- The task -
Beginning with the line where "signal, onProgress: ()" appears, repeat every remaining line of the entries exactly, the last line included.

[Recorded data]
import { describe, expect, it } from '@jest/globals';
import { DocumentFormat } from './document-format';
import { DOCUMENT_WORDS } from './document-words';

const english = new DocumentFormat('en', 'us', 'America/Chicago', DOCUMENT_WORDS.en);
const spanish = new DocumentFormat('es', 'si', 'America/Chicago', DOCUMENT_WORDS.es);
const plain = (text: string): string => text.replace(/[\u202f\u00a0]/g, ' ');

describe('DocumentFormat', () => {
  it('writes a quantity in the units of the opening', () => {
    expect(english.quantity(266.98, 'K')).toBe('20.9 °F');
    expect(spanish.quantity(266.98, 'K')).toBe('−6.2 °C');
    expect(english.quantity(5, 'K_diff')).toBe('9.0 °F');
  });
  it('writes an elevation in whole feet or metres', () => {
    expect(english.wholeLength(1608.98)).toBe('5279 ft');
    expect(spanish.wholeLength(1608.98)).toBe('1609 m');
  });
  it('writes limits with their unit once, and open ends in words', () => {
    expect(english.range(10 / 3, 50 / 9, 'temperatureDifference')).toBe('6.0 to 10.0 °F');
    expect(english.range(null, 2.4, 'electricCurrent')).toBe('at most 2.4 A');
    expect(english.range(2.4, null, 'electricCurrent')).toBe('at least 2.4 A');
    expect(english.range(null, null, 'electricCurrent')).toBe('');
  });
  it('tells whether a printed value is the very number that was typed', () => {
    expect(english.showsAsTyped({ text: '36', unit: 'degF' })).toBe(true);
    expect(english.showsAsTyped({ text: '36.25', unit: 'degF' })).toBe(false);
    expect(english.showsAsTyped({ text: '2', unit: 'degC' })).toBe(false);
  });
  it('writes times in the zone of the opening and names it', () => {
    expect(plain(english.dateTime('2026-11-24T15:20:00.000Z'))).toBe('Nov 24, 2026, 9:20 AM CST');
  });
  it('writes a calendar day without shifting it', () =>
    expect(english.day('2026-12-10')).toBe('December 10, 2026'));
  it('falls back to UTC for a zone that is unknown', () => {
    const lost = new DocumentFormat('en', 'us', 'Nowhere/Here', DOCUMENT_WORDS.en);
    expect(plain(lost.dateTime('2026-11-24T15:20:00.000Z'))).toContain('3:20 PM UTC');
  });
});
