import PDFDocument from 'pdfkit';
import { TemporaryFailure } from '#shared/failures/failure';
import type { SequenceId } from '#shared/plant/ids';
import { COLOURS } from '../../pdf/colours';
import { DocumentStream, orAborted } from '../../pdf/document-stream';
import { PAGE } from '../../pdf/page-geometry';
import { Sheet } from '../../pdf/sheet';
import { STYLES } from '../../pdf/text-style';
import { CircuitSource } from './circuit-source';
import { surveyCircuits, type Survey } from './circuit-survey';
import type { DocumentContext } from './document-context';
import { DocumentFormat } from './document-format';
import { DOCUMENT_WORDS } from './document-words';
import { drawDocument } from './draw-document';
import type { PackageContent } from './package-content';

type Doc = InstanceType<typeof PDFDocument>;

export interface WriteOptions {
  readonly signal: AbortSignal;
  /** Called with 0 to 1, never less than before. */
  onProgress(fraction: number): void;
}

/** What both passes draw from: they have to see the same. */
interface Drawn {
  readonly content: PackageContent;
  readonly source: Pick<CircuitSource, 'load'>;
  readonly survey: Survey;
}

interface Measured {
  readonly pages: number;
  readonly chapters: ReadonlyMap<string, number>;
}

/** The measuring pass reads the same circuits but no photos: about this share of the time. */
const MEASURING_SHARE = 0.25;

/**
 * Writes a handover package's document and ends the stream. Circuits are surveyed first: what nobody recorded on gets no
 * chapter. Then two passes over those that do: the first lays everything out to learn on which page each chapter begins and
 * how many pages there are, the second writes. At any time one circuit and the
 * photos of one row are in memory, and drawing waits for the stream's reader.
 *
 * @param out gets the PDF; left open, for its owner to throw away, when this rejects
 * @returns how many pages were written
 * @throws an AbortError soon after the signal fires
 * @throws {TemporaryFailure} when a circuit changed between the passes, or the stream was closed early
 */
export async function writePackageDocument(
  content: PackageContent,
  out: NodeJS.WritableStream,
  options: WriteOptions,
): Promise<{ pages: number }> {
  const { signal } = options;
  const source = new CircuitSource(content);
  const load = (id: SequenceId): ReturnType<CircuitSource['load']> => orAborted(source.load(id), signal);
  const survey = await surveyCircuits(content.circuits, { load });
  const chapters = [...survey.values()].filter(({ isBegun }) => isBegun).length;
  const share = (from: number, size: number) => (drawn: number) =>
    options.onProgress(from + (size * drawn) / Math.max(1, chapters));
  const drawn: Drawn = { content, source: { load }, survey };
  const measured = await measure(drawn, signal, share(0, MEASURING_SHARE));
  const doc = newDocument(content, true);
  const stream = new DocumentStream(doc, out, signal);
  try {
    const written = await draw(doc, drawn, {
      measured,
      settle: () => stream.settle(),
      loadPhoto: (id, sha256) => orAborted(photoOrNull(content, id, sha256), signal),
      onCircuit: share(MEASURING_SHARE, 0.99 - MEASURING_SHARE),
    });
    if (written.pages !== measured.pages) {
      throw new TemporaryFailure('A circuit changed while the package was being built');
    }
    await stream.finish();
    options.onProgress(1);
    return { pages: written.pages };
  } finally {
    stream.release();
  }
}

/** A photo that can't be fetched leaves a frame that says so; the rest of the document is worth as much without it. */
async function photoOrNull(content: PackageContent, id: SequenceId, sha256: string): Promise<Buffer | null> {
  try {
    return await content.loadPhoto(id, sha256);
  } catch {
    return null;
  }
}

async function measure(
  drawn: Drawn,
  signal: AbortSignal,
  onCircuit: (drawn: number) => void,
): Promise<Measured> {
  const doc = newDocument(drawn.content, false);
  // Nobody reads the measuring pass; what it pushes is dropped at once.
  doc.resume();
  return draw(doc, drawn, {
    measured: null,
    settle: () => orAborted(new Promise<void>((resolve) => setImmediate(resolve)), signal),
    loadPhoto: async () => 'skip',
    onCircuit,
  });
}

async function draw(
  doc: Doc,
  { content, source, survey }: Drawn,
  pass: {
    readonly measured: Measured | null;
    readonly settle: () => Promise<void>;
    readonly loadPhoto: DocumentContext['loadPhoto'];
    readonly onCircuit: (drawn: number) => void;
  },
): Promise<Measured> {
  const words = DOCUMENT_WORDS[content.package.language];
  const sheet = new Sheet(doc, {
    tagged: pass.measured !== null,
    settle: pass.settle,
    drawFooter: (page, number) => drawFooter(page, content, number, pass.measured?.pages ?? number),
  });
  const foundPages = new Map<string, number>();
  const { language } = content.package;
  const { unitSystem, timeZone } = content.opening;
  const context: DocumentContext = {
    sheet,
    words,
    format: new DocumentFormat(language, unitSystem, timeZone, words),
    language,
    content,
    survey,
    knownPages: pass.measured?.chapters ?? new Map(),
    foundPages,
    loadPhoto: pass.loadPhoto,
  };
  await drawDocument(context, source, pass.onCircuit);
  return { pages: sheet.page, chapters: foundPages };
}

function newDocument(content: PackageContent, forReading: boolean): Doc {
  const words = DOCUMENT_WORDS[content.package.language];
  const title = `${content.opening.name}: ${words.title}, ${words.version(content.package.version)}`;
  return new PDFDocument({
    autoFirstPage: false,
    size: [PAGE.width, PAGE.height],
    margin: 0,
    compress: forReading,
    tagged: forReading,
    pdfVersion: '1.7',
    lang: content.package.language === 'es' ? 'es-US' : 'en-US',
    displayTitle: true,
    info: {
      Title: title,
      Author: content.opening.companyName,
      Subject: words.subject,
      Creator: 'Firstcold',
      CreationDate: new Date(content.package.createdAt),
    },
  });
}

function drawFooter(sheet: Sheet, content: PackageContent, page: number, total: number): void {
  const words = DOCUMENT_WORDS[content.package.language];
  const style = STYLES.small;
  sheet.line(PAGE.left, PAGE.footer - 13, PAGE.right, PAGE.footer - 13, COLOURS.faintRule, 0.6);
  const number = words.page(page, total);
  // A long name gives way to the version, which tells one printed package from the next.
  const version = ` · ${words.title} · ${words.version(content.package.version)}`;
  const room = PAGE.right - PAGE.left - 100 - sheet.width(sheet.printable(version, style.face), style);
  const name = sheet.fitted(content.opening.name, style, room);
  sheet.text(`${name}${version}`, PAGE.left, PAGE.footer, style);
  sheet.text(number, PAGE.right, PAGE.footer, style, 'right');
}
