import { beginCircuitPage, drawCircuit } from './circuit-chapter';
import type { CircuitSource } from './circuit-source';
import { drawContents } from './contents-pages';
import { drawCover } from './cover-page';
import { drawDefrostPlan } from './defrost-pages';
import { chaptersOf, type DocumentContext } from './document-context';
import { drawHashes, type CircuitHash } from './hash-page';
import { drawSummary } from './summary-pages';
import { sourcesOf } from './working-blocks';

/**
 * Draws the whole document, one circuit in memory at a time: the same for measuring and for writing.
 *
 * @param onCircuit called with the number of chapters drawn
 */
export async function drawDocument(
  context: DocumentContext,
  source: Pick<CircuitSource, 'load'>,
  onCircuit: (drawn: number) => void,
): Promise<void> {
  const { sheet } = context;
  await drawCover(context);
  await drawContents(context);
  await drawSummary(context);
  await drawDefrostPlan(context);
  const hashes: CircuitHash[] = [];
  const sources = new Set<string>();
  let systemName: string | null = null;
  let outline = sheet.doc.outline;
  for (const [index, circuit] of chaptersOf(context).entries()) {
    const detail = await source.load(circuit.sequenceId);
    beginCircuitPage(sheet);
    // After the page began: the outline's entry of a system leads to its first circuit.
    if (systemName !== circuit.systemName) {
      systemName = circuit.systemName;
      outline = sheet.doc.outline.addItem(systemName);
    }
    const drawn = await drawCircuit(context, circuit, detail, outline);
    hashes.push({ code: circuit.code, approvedHead: drawn.fold.approvedHead });
    for (const source of sourcesOf(detail.entries)) sources.add(source);
    onCircuit(index + 1);
  }
  await drawHashes(context, hashes, [...sources]);
  sheet.finish();
}
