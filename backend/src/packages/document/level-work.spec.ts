import { mkdtemp, readFile, rm } from 'node:fs/promises';
import { createWriteStream } from 'node:fs';
import { tmpdir } from 'node:os';
import { join } from 'node:path';
import { afterAll, beforeAll, describe, expect, it, jest } from '@jest/globals';
import { readPages } from '../../pdf/read-pdf.fixture';
import type { PackageContent } from './package-content';
import { CircuitBuilder, packageOf } from './package.fixture';
import { writePackageDocument } from './write-package-document';

// Whole documents on a busy machine.
jest.setTimeout(60_000);

let folder: string;
beforeAll(async () => {
  folder = await mkdtemp(join(tmpdir(), 'level-work-'));
});
afterAll(() => rm(folder, { recursive: true }));

/** A rack and its group with work of their own, and one circuit. */
function contentWith(groupState: 'approved' | 'underWay', language: 'en' | 'es' = 'en'): PackageContent {
  const confirmed = (builder: CircuitBuilder) => builder.answer('fans', { kind: 'confirm', confirmed: true });
  const rack = confirmed(new CircuitBuilder(1, 'Rack A', ''));
  const circuit = confirmed(new CircuitBuilder(3, 'A-12', 'Dairy wall'));
  const content = packageOf([rack, circuit], new Map(), language);
  const [ofRack, ofCircuit] = content.circuits;
  if (!ofRack || !ofCircuit) throw new Error('Two chapters are needed.');
  return {
    ...content,
    circuits: [
      { ...ofRack, level: 'system', state: 'approved' },
      { ...ofCircuit, state: 'approved' },
    ],
    summary: {
      systems: [
        {
          name: 'Rack A',
          refrigerant: 'R-448A',
          work: [
            { level: 'system', code: 'Rack A', state: 'approved' },
            { level: 'suctionGroup', code: 'Rack A AS-1', state: groupState },
          ],
          circuits: [{ code: 'A-12', description: 'Dairy wall', area: 'Dairy', state: 'approved' }],
        },
      ],
    },
  };
}

async function pagesOf(content: PackageContent): Promise<string[]> {
  const file = join(folder, `${Math.trunc(content.package.version)}-${content.package.language}.pdf`);
  const signal = new AbortController().signal;
  await writePackageDocument(content, createWriteStream(file), { signal, onProgress: () => undefined });
  return readPages(await readFile(file));
}

describe('the work of systems and suction groups in a package', () => {
  it('is listed in the summary and contents with its state, and counted with no circuit', async () => {
    const [cover = '', contents = '', summary = ''] = await pagesOf(contentWith('underWay'));
    expect(cover).toContain('1 of 1 circuits approved');
    expect(cover).toContain('This package is not complete.');
    expect(cover).toMatch(/Systems and suction groups, not approved\nRack A AS-1 \(under way\)/);
    expect(contents).toMatch(/Rack A\nSystem\nApproved[\s\S]*A-12\nDairy wall/);
    expect(summary).toMatch(
      /System or suction group[\s\S]*Rack A\nSystem\nApproved\nRack A AS-1\nSuction group\nUnder way[\s\S]*A-12/,
    );
    expect(summary).toContain('1 circuit ·');
  });

  it('makes a package complete once it is approved too', async () => {
    const [cover = ''] = await pagesOf(contentWith('approved'));
    expect(cover).toContain('Every circuit of this opening has been commissioned');
    expect(cover).not.toContain('not approved');
  });

  it('says in Spanish what it is', async () => {
    const pages = await pagesOf(contentWith('underWay', 'es'));
    expect(pages[0]).toContain('Sistemas y grupos de succión, sin aprobar');
    expect(pages[2]).toContain('Grupo de succión');
  });
});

- Exercise output -
  await writePackageDocument(content, createWriteStream(file), { signal, onProgress: () => undefined });
  return readPages(await readFile(file));
}

describe('the work of systems and suction groups in a package', () => {
  it('is listed in the summary and contents with its state, and counted with no circuit', async () => {
    const [cover = '', contents = '', summary = ''] = await pagesOf(contentWith('underWay'));
    expect(cover).toContain('1 of 1 circuits approved');
    expect(cover).toContain('This package is not complete.');
    expect(cover).toMatch(/Systems and suction groups, not approved\nRack A AS-1 \(under way\)/);
    expect(contents).toMatch(/Rack A\nSystem\nApproved[\s\S]*A-12\nDairy wall/);
    expect(summary).toMatch(
      /System or suction group[\s\S]*Rack A\nSystem\nApproved\nRack A AS-1\nSuction group\nUnder way[\s\S]*A-12/,
    );
    expect(summary).toContain('1 circuit ·');
  });

  it('makes a package complete once it is approved too', async () => {
    const [cover = ''] = await pagesOf(contentWith('approved'));
    expect(cover).toContain('Every circuit of this opening has been commissioned');
    expect(cover).not.toContain('not approved');
  });

  it('says in Spanish what it is', async () => {
    const pages = await pagesOf(contentWith('underWay', 'es'));
    expect(pages[0]).toContain('Sistemas y grupos de succión, sin aprobar');
    expect(pages[2]).toContain('Grupo de succión');
  });
});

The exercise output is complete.